Exercise =>
Beginning with the line that contains "this.prefixScaled = new", extract each line through the end of the listing below, with no additions or omissions.

Input data =>
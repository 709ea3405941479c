import { SortedPastPaths } from './sortedPastPaths';

/** The smallest chunk, in entries. */
const FIRST_CHUNK_ENTRIES = 4096;
/**
 * A new chunk holds this fraction of the entries the generation has used so far (and room for a few
 * lists like the one that did not fit): the chunks grow geometrically, yet at most about this
 * fraction of the memory they hold is unused.
 */
const GROWTH_FRACTION = 0.25;
const LISTS_PER_CHUNK = 4;
/** Four Float64Arrays per entry: value, term and the two prefix arrays. */
const BYTES_PER_ENTRY = 4 * 8;

/**
 * Room for the sorted lists of one frontier of the two-row network. Each list is a set of views into a
 * few large chunks instead of four arrays of its own, so building a stage of hundreds of lists costs
 * no allocation, zero-filling or trimming copies; once the stage's lists are no longer read the arena
 * is reset and its room reused for the stage after next (two arenas per frontier take turns).
 *
 * A list is taken with room for the most entries it may get (`take`), filled, then settled to what it
 * holds (`settle`), which hands the rest back before the next list is taken.
 */
export class PastPathArena {
  private past = new Float64Array(0);
  private term = new Float64Array(0);
  private prefixScaled = new Float64Array(0);
  private prefixReference = new Float64Array(0);
  private used = 0;
  /** Start of the list taken last and not yet settled (−1 if none). */
  private open = -1;
  /** Bytes of chunks outgrown during this generation, still held by lists taken from them. */
  private retiredBytes = 0;
  /** Entries of the chunks outgrown during this generation. */
  private retiredEntries = 0;

  /** Forgets every list taken since the last reset; they must no longer be read. */
  reset(): void {
    this.used = 0;
    this.open = -1;
    this.retiredBytes = 0;
    this.retiredEntries = 0;
  }

  /** An empty list whose arrays are views with room for `capacity` entries. */
  take(capacity: number): SortedPastPaths {
    if (this.open >= 0) throw new Error('PastPathArena: settle the last list before taking another');
    if (this.used + capacity > this.past.length) this.grow(capacity);
    const start = this.used;
    const end = start + capacity;
    const list = new SortedPastPaths(0);
    list.past = this.past.subarray(start, end);
    list.term = this.term.subarray(start, end);
    list.prefixScaled = this.prefixScaled.subarray(start, end);
    list.prefixReference = this.prefixReference.subarray(start, end);
    this.open = start;
    this.used = end;
    return list;
  }

  /** Shrinks the list taken last to the entries it holds and returns the rest of its room. */
  settle(list: SortedPastPaths): SortedPastPaths {
    const start = this.open;
    if (start < 0 || list.past.buffer !== this.past.buffer || list.past.byteOffset !== start * 8 || list.past.length !== this.used - start) {
      throw new Error('PastPathArena: settle takes the list taken last, unresized');
    }
    const count = list.count;
    list.past = list.past.subarray(0, count);
    list.term = list.term.subarray(0, count);
    list.prefixScaled = list.prefixScaled.subarray(0, count);
    list.prefixReference = list.prefixReference.subarray(0, count);
    this.used = start + count;
    this.open = -1;
    return list;
  }

  /** Bytes of all chunks this arena's lists may be using. */
  bytes(): number {
    return this.past.length * BYTES_PER_ENTRY + this.retiredBytes;
  }

  private grow(capacity: number): void {
    // Lists already taken keep their views of the old chunk; a new one starts empty.
    if (this.used > 0) {
      this.retiredBytes += this.past.length * BYTES_PER_ENTRY;
      this.retiredEntries += this.used;
    }
    const entries = Math.max(FIRST_CHUNK_ENTRIES, LISTS_PER_CHUNK * capacity, Math.ceil(GROWTH_FRACTION * (this.retiredEntries + this.used)));
    this.past = new Float64Array(entries);
    this.term = new Float64Array(entries);
    this.prefixScaled = new Float64Array(entries);
    this.prefixReference = new Float64Array(entries);
    this.used = 0;
  }
}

Answer space =>
    this.prefixScaled = new Float64Array(entries);
    this.prefixReference = new Float64Array(entries);
    this.used = 0;
  }
}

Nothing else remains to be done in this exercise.